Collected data
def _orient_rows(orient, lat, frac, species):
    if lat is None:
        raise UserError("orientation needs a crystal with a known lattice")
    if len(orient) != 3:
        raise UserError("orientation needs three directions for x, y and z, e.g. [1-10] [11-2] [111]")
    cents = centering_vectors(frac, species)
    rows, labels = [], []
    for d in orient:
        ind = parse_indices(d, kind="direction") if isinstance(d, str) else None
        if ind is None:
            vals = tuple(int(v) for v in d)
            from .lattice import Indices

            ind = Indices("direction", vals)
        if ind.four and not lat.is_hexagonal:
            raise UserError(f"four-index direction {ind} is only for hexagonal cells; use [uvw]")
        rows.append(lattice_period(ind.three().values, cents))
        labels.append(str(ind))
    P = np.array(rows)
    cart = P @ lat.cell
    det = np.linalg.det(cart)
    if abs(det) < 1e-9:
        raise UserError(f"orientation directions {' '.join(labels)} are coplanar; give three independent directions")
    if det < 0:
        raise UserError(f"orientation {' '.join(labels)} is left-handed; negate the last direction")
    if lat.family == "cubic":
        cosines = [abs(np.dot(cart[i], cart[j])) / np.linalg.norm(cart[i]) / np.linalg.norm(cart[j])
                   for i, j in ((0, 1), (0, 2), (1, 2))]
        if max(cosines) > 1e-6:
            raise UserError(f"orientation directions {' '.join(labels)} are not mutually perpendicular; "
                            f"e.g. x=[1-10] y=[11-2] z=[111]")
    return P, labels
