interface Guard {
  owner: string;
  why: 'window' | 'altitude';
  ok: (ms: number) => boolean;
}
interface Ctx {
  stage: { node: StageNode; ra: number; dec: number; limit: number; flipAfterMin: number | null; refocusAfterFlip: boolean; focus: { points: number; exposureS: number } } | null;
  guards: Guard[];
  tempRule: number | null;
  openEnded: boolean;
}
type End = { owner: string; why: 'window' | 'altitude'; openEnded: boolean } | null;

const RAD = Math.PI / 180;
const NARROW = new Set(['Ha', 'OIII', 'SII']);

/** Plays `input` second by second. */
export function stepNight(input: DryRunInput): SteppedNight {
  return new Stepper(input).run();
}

EXERCISE REQUIREMENTS> Find out how many lines in the entries above hold "number", then reply with that figure and nothing else.

WRITTEN SOLUTION> 3